--- a/src/HOL/Real/HahnBanach/document/root.tex Fri Oct 22 18:41:00 1999 +0200
+++ b/src/HOL/Real/HahnBanach/document/root.tex Fri Oct 22 20:14:31 1999 +0200
@@ -1,21 +1,63 @@
-\documentclass[11pt,a4paper]{article}
-\usepackage{isabelle,pdfsetup}
+\documentclass[11pt,a4paper,twoside]{article}
+
+\usepackage{comment}
+\usepackage{latexsym,theorem}
+\usepackage{isabelle,pdfsetup} %last one!
\input{notation}
\begin{document}
+\pagestyle{headings}
+\pagenumbering{arabic}
+
\title{The Hahn-Banach Theorem for Real Vectorspaces}
\author{Gertrud Bauer}
\maketitle
\begin{abstract}
- FIXME
+The Hahn-Banach theorem is one of the most important theorems
+of functional analysis.

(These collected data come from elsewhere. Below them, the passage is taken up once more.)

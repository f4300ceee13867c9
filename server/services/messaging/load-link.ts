import { and, asc, desc, eq, gte, inArray, ne, or } from 'drizzle-orm'
import type { Queryable } from '#server/db/client'
import { pathways, patientLinks, patients, sites, symptomChecks, visits } from '#server/db/schema/index'
import { hashSecret } from '#server/services/people/tokens'
import { DomainError } from '#shared/domain/errors'

const mostChecks = 20
const live = ['booked', 'arrived', 'with-optometrist', 'missing'] as const

/** Who holds this link is one patient: everything read here is of that patient, and of the link's own pathway. */
export async function unscopedLoadLink(db: Queryable, input: { token: string, linkId: string | undefined, now: Date }) {
  if (!input.linkId) return undefined
  const [row] = await db.select({ link: patientLinks, patient: patients, pathway: pathways }).from(patientLinks)
    .innerJoin(patients, eq(patients.id, patientLinks.patientId)).innerJoin(pathways, eq(pathways.id, patientLinks.pathwayId))
    .where(and(eq(patientLinks.tokenHash, hashSecret(input.token)), eq(patientLinks.id, input.linkId)))
  if (!row || row.link.closedAt || row.link.expiresAt <= input.now) return undefined
  const since = new Date(input.now.getTime() - 12 * 3_600_000)
  const [visit] = await db.select().from(visits)
    .where(and(eq(visits.pathwayId, row.pathway.id), inArray(visits.state, live), or(gte(visits.startsAt, since), eq(visits.state, 'missing')))).orderBy(asc(visits.startsAt)).limit(1)
  const [site] = await db.select().from(sites).where(eq(sites.id, visit?.siteId ?? row.pathway.siteId))
  const told = await db.select().from(symptomChecks).where(and(eq(symptomChecks.pathwayId, row.pathway.id), gte(symptomChecks.at, since))).orderBy(desc(symptomChecks.at)).limit(mostChecks)
  const [later] = await db.select({ startsAt: visits.startsAt }).from(visits).where(and(eq(visits.pathwayId, row.pathway.id), eq(visits.state, 'booked'), gte(visits.startsAt, visit?.startsAt ?? input.now), visit ? ne(visits.id, visit.id) : undefined)).orderBy(asc(visits.startsAt)).limit(1)
  return site ? { ...row, visit, site, told, later } : undefined
}

export type LoadedLink = NonNullable<Awaited<ReturnType<typeof unscopedLoadLink>>>

export async function requireLink(db: Queryable, input: { token: string, linkId: string | undefined, now: Date }): Promise<LoadedLink> {
  const loaded = await unscopedLoadLink(db, input)
  if (!loaded) throw new DomainError('messaging.expired', 'This page was open for a while. Enter your date of birth again.')
  return loaded
}
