import { and, asc, eq, gte, inArray, lte, sql } from 'drizzle-orm'
import { demoClock, messages, patients, people } from '#server/db/schema/index'
import { readFakes, tellFakes } from '#server/gateways/fakes'
import { appendAudit } from '#server/services/audit/append-audit'
import { notifyLive } from '#server/services/audit/notify-live'
import type { SystemContext } from '#server/services/context'
import { DomainError } from '#shared/domain/errors'

const lineBackMs = 24 * 3_600_000
const lineAheadMs = 7 * 24 * 3_600_000
const mostOnLine = 300

/** The demo's tools do not exist outside the demo. */
function requireDemo(): void {
  if (process.env.DAWNWARD_DEMO !== '1') throw new DomainError('demo.not-found', 'There is nothing here.')
}

/** Telephones and mail of the invented people, newest last, the faults that are on, and what waits. Unscoped: every name in the demo is invented. */
export async function unscopedReadDemo(ctx: SystemContext) {
  requireDemo()
  const fakes = await readFakes()
  const texts = fakes?.texts ?? []
  const numbers = [...new Set(texts.map(text => text.direction === 'to-patient' ? text.to : text.from))]
  const [known, staff, [waiting], line] = await Promise.all([
    numbers.length ? ctx.db.select({ phone: patients.phone, name: patients.name }).from(patients).where(inArray(patients.phone, numbers)) : [],
    numbers.length ? ctx.db.select({ phone: people.phone, name: people.name }).from(people).where(inArray(people.phone, numbers)) : [],
    ctx.db.select({ n: sql<number>`count(*)::int`, next: sql<string | null>`min(${messages.dueAt})` }).from(messages).where(and(eq(messages.state, 'queued'), gte(messages.expiresAt, ctx.now))),
    ctx.db.select({ id: messages.id, kind: messages.kind, state: messages.state, dueAt: messages.dueAt, sentAt: messages.sentAt }).from(messages)
      .where(and(inArray(messages.state, ['queued', 'sending', 'sent', 'delivered']), gte(messages.dueAt, new Date(ctx.now.getTime() - lineBackMs)), lte(messages.dueAt, new Date(ctx.now.getTime() + lineAheadMs)))).orderBy(asc(messages.dueAt)).limit(mostOnLine),
  ])
  const phones = numbers.map(number => ({
    number, name: known.find(each => each.phone === number)?.name ?? staff.find(each => each.phone === number)?.name ?? 'Nobody we know', isStaff: staff.some(each => each.phone === number),
    texts: texts.filter(text => (text.direction === 'to-patient' ? text.to : text.from) === number).slice(-30),
  })).sort((left, right) => (right.texts.at(-1)?.at ?? '').localeCompare(left.texts.at(-1)?.at ?? ''))
  return { now: ctx.now, connected: fakes !== undefined, mode: fakes?.state.mode ?? 'normal', failing: fakes?.state.failing ?? [], refuseMail: fakes?.state.refuseMail ?? false, line, phones: phones.slice(0, 12), mails: (fakes?.mails ?? []).slice(-40).reverse(), waiting: waiting?.n ?? 0, nextDueAt: waiting?.next ? new Date(waiting.next) : null }
}

export async function replyAsPatient(input: { from: string, body: string }): Promise<void> {
  requireDemo()
  await tellFakes('/control/reply', input)
}

export async function setDemoFault(input: { mode?: string, failing?: string[], refuseMail?: boolean }): Promise<void> {
  requireDemo()
  await tellFakes('/control/mode', input)
}

/** Moves the demo's clock forward for every process; it never goes back, since what was sent stays sent. */
export async function moveDemoClock(ctx: SystemContext, input: { minutes: number }): Promise<{ offsetSeconds: number }> {
  requireDemo()
  const moved = await ctx.db.transaction(async (tx) => {
    const [row] = await tx.update(demoClock).set({ offsetSeconds: sql`${demoClock.offsetSeconds} + ${input.minutes * 60}` }).where(eq(demoClock.id, 1)).returning()
    await appendAudit(tx, { at: ctx.now, event: 'demo.clock-moved', personId: null, subjectKind: 'demo', subjectId: 'clock', payload: { minutes: input.minutes } })
    return { offsetSeconds: row?.offsetSeconds ?? 0 }
  })
  await notifyLive(ctx.db, 'clock', null, [])
  return moved
}
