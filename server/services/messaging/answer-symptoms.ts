import { inboundTexts, symptomChecks } from '#server/db/schema/index'
import { appendAudit } from '#server/services/audit/append-audit'
import { notifyLive } from '#server/services/audit/notify-live'
import type { SystemContext } from '#server/services/context'
import { raiseEscalation } from '#server/services/escalation/raise-escalation'
import { requireLink } from '#server/services/messaging/load-link'
import { classifyReply } from '#shared/domain/messaging/reply'
import { readSymptoms, symptomIds } from '#shared/domain/messaging/symptoms'
import type { SymptomId, SymptomRoute } from '#shared/domain/messaging/symptoms'

export interface SymptomsInput { token: string, linkId: string | undefined, symptoms: SymptomId[], words: string }

/**
 * Keeps what the patient says, and in the same transaction raises what it raises. It cancels nothing that is booked. Free words
 * always reach a person; words of worry among them raise what a text of worry raises.
 */
export async function answerSymptoms(ctx: SystemContext, input: SymptomsInput): Promise<{ route: SymptomRoute }> {
  const reading = readAll(input)
  const siteId = await ctx.db.transaction(async (tx) => {
    const { patient, pathway, site, visit } = await requireLink(tx, { ...input, now: ctx.now })
    const [kept] = await tx.insert(symptomChecks).values({
      patientId: patient.id, pathwayId: pathway.id, answers: Object.fromEntries(symptomIds.map(id => [id, input.symptoms.includes(id)])), urgency: reading.urgency, onNurseList: reading.nurseWords, words: input.words, at: ctx.now,
    }).returning({ id: symptomChecks.id })
    if (reading.reasons.length) await raiseEscalation(tx, { pathwayId: pathway.id, reasons: reading.reasons, raisedBy: null, now: ctx.now })
    if (reading.nurseWords && kept) await tx.insert(inboundTexts).values({ providerId: `page:${kept.id}`, fromNumber: 'page', patientId: patient.id, visitId: visit?.id ?? null, siteId: site.id, body: `On their page: ${reading.nurseWords}`, meaning: reading.worried ? 'worried' : 'words', receivedAt: ctx.now })
    await appendAudit(tx, { at: ctx.now, event: 'messaging.symptoms-answered', personId: null, subjectKind: 'pathway', subjectId: pathway.id, siteId: site.id, payload: { route: reading.route } })
    return site.id
  })
  await Promise.all([notifyLive(ctx.db, 'escalation', siteId, []), notifyLive(ctx.db, 'message', siteId, [])])
  return { route: reading.route }
}

/** The boxes and the free words together: the more urgent counts. */
function readAll({ symptoms, words }: SymptomsInput) {
  const reading = readSymptoms(symptoms)
  const nurseWords = [reading.nurseWords, words].filter(Boolean).join(' ') || null
  const worried = words !== '' && classifyReply(words).meaning === 'worried'
  if (!worried) return { ...reading, nurseWords, worried, route: reading.route === 'none' && nurseWords ? 'nurse' as const : reading.route }
  return { ...reading, urgency: 'now' as const, nurseWords, worried, route: 'now' as const, reasons: [...reading.reasons, { ruleId: 'patient.worried', ruleVersion: 1, urgency: 'now' as const, sentence: 'The patient wrote that something is wrong: somebody rings within the hour.', source: 'rules table 3; proposed', findings: { onPage: true } }] }
}
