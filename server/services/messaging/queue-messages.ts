import { and, eq, inArray } from 'drizzle-orm'
import type { Transaction } from '#server/db/client'
import type { escalations, pathways, patients, sites, visits } from '#server/db/schema/index'
import { messageEvents, messages } from '#server/db/schema/index'
import type { Reachable } from '#server/services/escalation/find-surgeon'
import { keepMessages, linkMark } from '#server/services/messaging/keep-messages'
import type { NewMessage } from '#server/services/messaging/keep-messages'
import { origin } from '#server/services/messaging/patient-link'
import { visitCalendar } from '#server/services/messaging/visit-calendar'
import { inZone } from '#shared/domain/messaging/quiet-hours'
import { planMessages } from '#shared/domain/messaging/reminder-plan'
import type { Occasion } from '#shared/domain/messaging/reminder-plan'
import { visitWords } from '#shared/domain/messaging/visit-words'
import { renderTemplate } from '#shared/domain/messaging/templates'
import type { TemplateValues } from '#shared/domain/messaging/templates'
import { languages } from '#shared/domain/messaging/vocabulary'
import type { ContactPreferences, Language, StoredKind } from '#shared/domain/messaging/vocabulary'

type Patient = typeof patients.$inferSelect
type Visit = typeof visits.$inferSelect
type Site = typeof sites.$inferSelect
type Pathway = typeof pathways.$inferSelect
type Escalation = typeof escalations.$inferSelect

function preferencesOf(patient: Patient): ContactPreferences {
  const allowed = patient.messageConsent === true && patient.diedOn === null
  return { preferred: patient.preferredChannel, hasMobile: allowed && Boolean(patient.phone), hasEmail: allowed && Boolean(patient.email), textsStopped: patient.textsStoppedAt !== null, wantsDropsReminders: patient.wantsDropsReminders }
}

function languageOf(patient: Patient): Language {
  return languages.find(each => each === patient.language) ?? 'en'
}

export interface PatientMessageInput {
  occasion: Occasion
  patient: Patient
  pathway: Pathway
  site: Site
  visit?: Visit
  subjectKey: string
  values: TemplateValues
  /** The moment that the message names: its date and time are written in the language of each message. */
  at?: Date
  now: Date
}

/** Why a person has to ring instead. */
function whyCall(patient: Patient): string {
  if (patient.messageConsent === null) return 'not yet asked about messages'
  if (!patient.messageConsent) return 'wants no messages'
  if (patient.textsStoppedAt) return 'stopped texts, no e-mail address'
  return patient.preferredChannel === 'call' ? 'prefers a call' : 'cannot be reached in time by message'
}

/**
 * Plans one occasion and writes its rows in the caller's transaction: nothing after a death, nothing for a closed pathway but the
 * answer to somebody who writes. A `call` is written as held, with its reason: the nurse's list shows it.
 */
export async function queuePatientMessages(tx: Transaction, input: PatientMessageInput): Promise<void> {
  const { patient, pathway, site, visit, now } = input
  if (patient.diedOn || (pathway.state === 'closed' && input.occasion.kind !== 'answer')) return
  const planned = planMessages({ occasion: input.occasion, siteZone: site.zone, preferences: preferencesOf(patient), now })
  const about = { recipientKey: `patient:${patient.id}`, subjectKey: input.subjectKey, patientId: patient.id, pathwayId: pathway.id, visitId: visit?.id ?? null, siteId: site.id, createdAt: now }
  const valuesIn = (language: Language): TemplateValues => ({ phone: site.phone, link: linkMark, ...input.values, ...(input.at ? visitWords(input.at, site.zone, language) : {}) })
  const rows = planned.map((message): NewMessage => {
    const when = { kind: message.kind, occasion: message.occasion, topic: message.topic, dueAt: message.dueAt, expiresAt: message.expiresAt }
    if (message.channel === 'call') {
      // A person reads it out: in English, and no link is needed.
      const rendered = renderTemplate({ kind: message.kind, channel: 'text', language: 'en', values: { ...valuesIn('en'), link: origin() } })
      return { ...about, ...when, channel: 'text', toAddress: patient.phone ?? '', body: rendered.text, state: 'held', lastError: whyCall(patient) }
    }
    const language = languageOf(patient)
    const rendered = renderTemplate({ kind: message.kind, channel: message.channel, language, values: valuesIn(language) })
    return {
      ...about, ...when, channel: message.channel, toAddress: (message.channel === 'text' ? patient.phone : patient.email) ?? '', subject: rendered.subject ?? '', body: rendered.text, language: rendered.language,
      calendar: visit && message.channel === 'email' && isAboutVisit(message.kind) ? visitCalendar({ visit, site, cancelled: message.kind === 'visit.cancelled', now }) : null,
    }
  })
  await keepMessages(tx, rows, now)
}

function isAboutVisit(kind: StoredKind): boolean {
  return kind === 'visit.changed' || kind === 'visit.cancelled' || kind === 'visit.reminder'
}

export interface VisitMessageInput { visit: Visit, patient: Patient, pathway: Pathway, site: Site, now: Date, change?: 'moved' | 'cancelled' }

/** Reminders of a visit, and the message that it was moved or cancelled. */
export async function queueVisitMessages(tx: Transaction, input: VisitMessageInput): Promise<void> {
  const { visit, site, now, change } = input
  const base = { patient: input.patient, pathway: input.pathway, site, visit, subjectKey: `visit:${visit.id}`, values: { place: site.name }, at: visit.startsAt, now }
  if (change) await queuePatientMessages(tx, { ...base, occasion: { kind: change === 'moved' ? 'visit-changed' : 'visit-cancelled', startsAt: visit.startsAt, version: visit.rowVersion } })
  if (change === 'cancelled') return
  await queuePatientMessages(tx, { ...base, occasion: { kind: 'visit', visitKind: visit.kind, startsAt: visit.startsAt } })
  const surgery = input.pathway.operatedAt
  if (visit.kind === 'day-one' && surgery) await queuePatientMessages(tx, { ...base, occasion: { kind: 'note-signed', surgeryDate: inZone(surgery, site.zone).toPlainDate().toString(), signedAt: surgery } })
}

export interface AlertInput { escalation: Escalation, person: Reachable, rung: number, now: Date }

/** Tells one member of staff by text and by e-mail, day and night: urgency and number, never a name or a finding. */
export async function queueAlert(tx: Transaction, { escalation, person, rung, now }: AlertInput): Promise<void> {
  const words = { 'now': 'Now', 'today': 'Today', 'this-week': 'This week' }[escalation.urgency]
  const planned = planMessages({ occasion: { kind: 'alert', rung: Math.max(0, rung - 1), urgency: escalation.urgency }, siteZone: 'UTC', now, preferences: { preferred: 'text', hasMobile: Boolean(person.phone), hasEmail: true, textsStopped: false, wantsDropsReminders: false } })
  await keepMessages(tx, planned.flatMap((message) => {
    if (message.channel === 'call') return []
    const rendered = renderTemplate({ kind: message.kind, channel: message.channel, language: 'en', values: { urgency: words, number: String(escalation.number), link: `${origin()}/escalations` } })
    return [{
      kind: message.kind, recipientKey: `person:${person.id}`, subjectKey: `escalation:${escalation.id}`, occasion: `${message.occasion} ${escalation.rowVersion}`, channel: message.channel, personId: person.id, escalationId: escalation.id, siteId: escalation.siteId,
      toAddress: (message.channel === 'text' ? person.phone : person.email) ?? '', subject: rendered.subject ?? '', body: rendered.text, language: 'en', dueAt: message.dueAt, expiresAt: message.expiresAt, createdAt: now,
    }]
  }), now)
}

export interface LetterInput { pathway: Pathway, site: Site, toEmail: string, link: string, version: number, now: Date }

/** Tells a referrer that a letter is ready: a link behind sign-in, no name and nothing clinical in the mail. */
export async function queueLetter(tx: Transaction, { pathway, site, toEmail, link, version, now }: LetterInput): Promise<void> {
  const planned = planMessages({ occasion: { kind: 'letter', version }, siteZone: site.zone, now, preferences: { preferred: 'email', hasMobile: false, hasEmail: true, textsStopped: false, wantsDropsReminders: false } })
  await keepMessages(tx, planned.flatMap((message) => {
    if (message.channel === 'call') return []
    const rendered = renderTemplate({ kind: message.kind, channel: 'email', language: 'en', values: { link, phone: site.phone } })
    return [{ kind: message.kind, recipientKey: `referrer:${toEmail}`, subjectKey: `pathway:${pathway.id}`, occasion: message.occasion, channel: 'email' as const, patientId: pathway.patientId, pathwayId: pathway.id, siteId: site.id, toAddress: toEmail, subject: rendered.subject ?? '', body: rendered.text, language: 'en', dueAt: message.dueAt, expiresAt: message.expiresAt, createdAt: now }]
  }), now)
}

export interface WithdrawInput { visitId?: string, pathwayId?: string, escalationId?: string, patientId?: string, kinds?: StoredKind[], why: string, now: Date }

/** Takes back what has not been sent. What is on its way or sent stays in the history. */
export async function withdrawMessages(tx: Transaction, input: WithdrawInput): Promise<void> {
  const which = [input.visitId && eq(messages.visitId, input.visitId), input.pathwayId && eq(messages.pathwayId, input.pathwayId), input.escalationId && eq(messages.escalationId, input.escalationId), input.patientId && eq(messages.patientId, input.patientId)].filter(each => typeof each === 'object')
  if (!which.length) return
  const withdrawn = await tx.update(messages).set({ state: 'withdrawn' }).where(and(...which, input.kinds ? inArray(messages.kind, input.kinds) : undefined, inArray(messages.state, ['queued', 'held']))).returning({ id: messages.id })
  if (withdrawn.length) await tx.insert(messageEvents).values(withdrawn.map(row => ({ messageId: row.id, at: input.now, kind: 'withdrawn', detail: { why: input.why } })))
}
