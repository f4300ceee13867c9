import { inboundTexts, symptomChecks } from '#server/db/schema/index'
import { appendAudit } from '#server/services/audit/append-audit'
import { notifyLive } from '#server/services/audit/notify-live'
import type { SystemContext } from '#server/services/context'
import { raiseEscalation } from '#server/services/escalation/raise-escalation'
import { requireLink } from '#server/services/messaging/load-link'
import { readSymptoms, symptomIds } from '#shared/domain/messaging/symptoms'
import type { SymptomId, SymptomRoute } from '#shared/domain/messaging/symptoms'

/** Keeps what the patient says, and in the same transaction raises what it raises. It cancels nothing that is booked. */
export async function answerSymptoms(ctx: SystemContext, input: { token: string, linkId: string | undefined, symptoms: SymptomId[] }): Promise<{ route: SymptomRoute }> {
  const reading = readSymptoms(input.symptoms)
  const siteId = await ctx.db.transaction(async (tx) => {
    const { patient, pathway, site, visit } = await requireLink(tx, { ...input, now: ctx.now })
    const [kept] = await tx.insert(symptomChecks).values({
      patientId: patient.id, pathwayId: pathway.id, answers: Object.fromEntries(symptomIds.map(id => [id, input.symptoms.includes(id)])), urgency: reading.urgency, onNurseList: reading.nurseWords, at: ctx.now,
    }).returning({ id: symptomChecks.id })
    if (reading.reasons.length) await raiseEscalation(tx, { pathwayId: pathway.id, reasons: reading.reasons, raisedBy: null, now: ctx.now })
    if (reading.nurseWords && kept) await tx.insert(inboundTexts).values({ providerId: `page:${kept.id}`, fromNumber: 'page', patientId: patient.id, visitId: visit?.id ?? null, siteId: site.id, body: `On their page: ${reading.nurseWords}`, meaning: 'words', receivedAt: ctx.now })
    await appendAudit(tx, { at: ctx.now, event: 'messaging.symptoms-answered', personId: null, subjectKind: 'pathway', subjectId: pathway.id, siteId: site.id, payload: { route: reading.route } })
    return site.id
  })
  await Promise.all([notifyLive(ctx.db, 'escalation', siteId, []), notifyLive(ctx.db, 'message', siteId, [])])
  return { route: reading.route }
}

We present the fully formal proof of two versions of
+the theorem, one for general linear spaces and one for normed spaces
+as a corollary of the first.
+
+The first part contains the definition of basic notions of
+linear algebra, such as vector spaces, subspaces, normed spaces,
+continous linearforms, norm of functions and an order on
+functions by domain extension.
+
+The second part contains some lemmas about the supremum w.r.t. the
+function order and the extension of a non-maximal function,
+which are needed for the proof of the main theorem.
+
+The third part is the proof of the theorem in its two different versions.
+
\end{abstract}
\tableofcontents
-\input{session}
+\part {Basic notions}
+
+\input{Bounds.tex}
+\input{Aux.tex}
+\input{VectorSpace.tex}
+\input{Subspace.tex}
+\input{NormedSpace.tex}
+\input{Linearform.tex}
+\input{FunctionOrder.tex}
+\input{FunctionNorm.tex}
+\input{ZornLemma.tex}
+
+\part {Lemmas for the proof}
+
+\input{HahnBanachSupLemmas.tex}
+\input{HahnBanachExtLemmas.tex}
+
+\part {The proof}
+
+\input{HahnBanach.tex}
+\bibliographystyle{abbrv}
+\bibliography{bib}
\end{document}